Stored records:
::::::::

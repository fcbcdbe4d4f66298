"""Categorical comparison on weighted values: the sorted-points computation
against the definition written out here on every row (brute force)."""

from __future__ import annotations

import dataclasses

import numpy as np
import pytest

from doseattr.core.attribution.categorical import (
    band_means,
    band_shares,
    categorical_comparison,
    equal_probability_paf,
    equal_probability_pafs,
    multi_category_paf,
    rr_at,
)
from doseattr.core.curves.base import Curve
from doseattr.core.curves.loglinear import LogLinear
from doseattr.core.exposure.empirical import empirical


def _values(seed: int, n: int = 4000, unexposed: float = 0.0):
    """Repeated values (rounded lognormal, some zeros) with continuous
    weights (simulation, seeded)."""
    rng = np.random.default_rng(seed)
    x = np.round(rng.lognormal(1.5, 0.8, n), 1)
    x[rng.random(n) < 0.03] = 0.0
    w = rng.uniform(0.5, 3.0, n)
    return empirical(x, w, unexposed=unexposed, weight_meaning="importance")


def _brute_shares(x, w, u, cuts):
    """Definition: share of each band [0,c1], (c1,c2], ..., (cK, inf) on
    every row, the unexposed u in the first (closed form of the mixture)."""
    edges = np.concatenate([[-np.inf], cuts, [np.inf]])
    p = np.array([w[(x > a) & (x <= b)].sum() for a, b in zip(edges[:-1], edges[1:])])
    p = (1 - u) * p
    p[0] += u
    return p


def _brute_means(x, w, u, cuts):
    lo = np.concatenate([[0.0], cuts])
    hi = np.concatenate([cuts, [np.inf]])
    pm = np.array([(1 - u) * (w * x)[(x > a) & (x <= b)].sum() for a, b in zip(lo, hi)])
    return pm / _brute_shares(x, w, u, cuts)


def _brute_equal_probability(curve, x, w, u, k, m):
    """Definition: cutpoints at the smallest row value whose cumulative
    weight in sorted order reaches j/k, RR at each band's mean of the
    exposed rows, unexposed one more band at RR 1 (Rockhill et al. 1998)."""
    order = np.argsort(x, kind="stable")
    cum = np.cumsum(w[order])
    idx = np.minimum(np.searchsorted(cum, np.arange(1, k) / k * cum[-1]), x.size - 1)
    cuts = x[order][idx]
    p = (1 - u) * _brute_shares(x, w, 0.0, cuts)
    lo = np.concatenate([[0.0], cuts])
    hi = np.concatenate([cuts, [np.inf]])
    pm = np.array([(w * x)[(x > a) & (x <= b)].sum() for a, b in zip(lo, hi)])
    inner = _brute_shares(x, w, 0.0, cuts)
    mid = 0.5 * lo + 0.5 * np.where(np.isfinite(hi), hi, lo)
    means = np.where(inner > 0, pm / np.where(inner > 0, inner, 1.0), mid)
    rr = rr_at(curve, means, m)
    return multi_category_paf(np.append(p, u), np.append(rr, 1.0))


CURVE = Curve(LogLinear(), np.array([np.log(1.08) / 10]), np.eye(1) * 1e-6)


@pytest.mark.parametrize("seed,u", [(1, 0.0), (2, 0.2)])
def test_shares_and_means_match_rows(seed, u):
    ex = _values(seed, unexposed=u)
    cuts = np.array([0.0, 2.0, 4.45, 4.5, 9.0, 30.0])  # 4.5: a repeated value
    assert band_shares(ex, cuts) == pytest.approx(_brute_shares(ex.values, ex.weights, u, cuts),
                                                  rel=1e-12, abs=1e-15)
    brute = _brute_means(ex.values, ex.weights, u, cuts)
    got = band_means(ex, cuts)
    held = np.isfinite(brute)
    assert got[held] == pytest.approx(brute[held], rel=1e-12)


@pytest.mark.parametrize("seed,u", [(3, 0.0), (4, 0.1)])
def test_equal_probability_matches_rows(seed, u):
    ex = _values(seed, unexposed=u)
    ks = range(2, 21)
    shared = equal_probability_pafs(CURVE, ex, ks, 5.0)
    for k, value in zip(ks, shared):
        brute = _brute_equal_probability(CURVE, ex.values, ex.weights, u, k, 5.0)
        assert value == pytest.approx(brute, rel=1e-12)
        assert equal_probability_paf(CURVE, ex, k, 5.0) == value


def test_comparison_uses_shared_pafs():
    ex = _values(5)
    cmp_ = categorical_comparison(CURVE, ex, minimum_risk=5.0, cutpoints=[3.0, 6.0, 12.0])
    for k, value in cmp_.convergence:
        assert value == pytest.approx(_brute_equal_probability(CURVE, ex.values, ex.weights,
                                                               0.0, k, 5.0), rel=1e-12)


def test_tied_quantile_level_takes_the_smaller_value():
    """Integer frequency weights whose cumulative sum hits 1/2 exactly: the
    weighted median is the value where the sum reaches 1/2 (the inverted
    CDF, closed form), whatever the rounding of the normalised weights."""
    x = np.array([1.0, 2.0, 3.0, 4.0])
    w = np.array([3.0, 7.0, 1.0, 9.0])  # cum 3, 10, 11, 20: half at 2.0
    ex = empirical(x, w, weight_meaning="frequency")
    value = equal_probability_paf(CURVE, ex, 2, 0.0)
    rr = rr_at(CURVE, np.array([(3 * 1 + 7 * 2) / 10, (3 + 36) / 10]), 0.0)
    assert value == pytest.approx(multi_category_paf([0.5, 0.5, 0.0], np.append(rr, 1.0)),
                                  rel=1e-12)


def test_points_cache_is_reused():
    ex = _values(6)
    equal_probability_pafs(CURVE, ex, range(2, 5), 5.0)
    first = ex.points[0]
    equal_probability_pafs(CURVE, ex, range(2, 5), 5.0)
    assert ex.points[0] is first
    assert dataclasses.replace(ex).points[0] is not first  # a new exposure sorts anew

::::::::

**Task item:**
State how many lines of the records above contain the word "held", giving only that number.

**Result of this exercise:**
2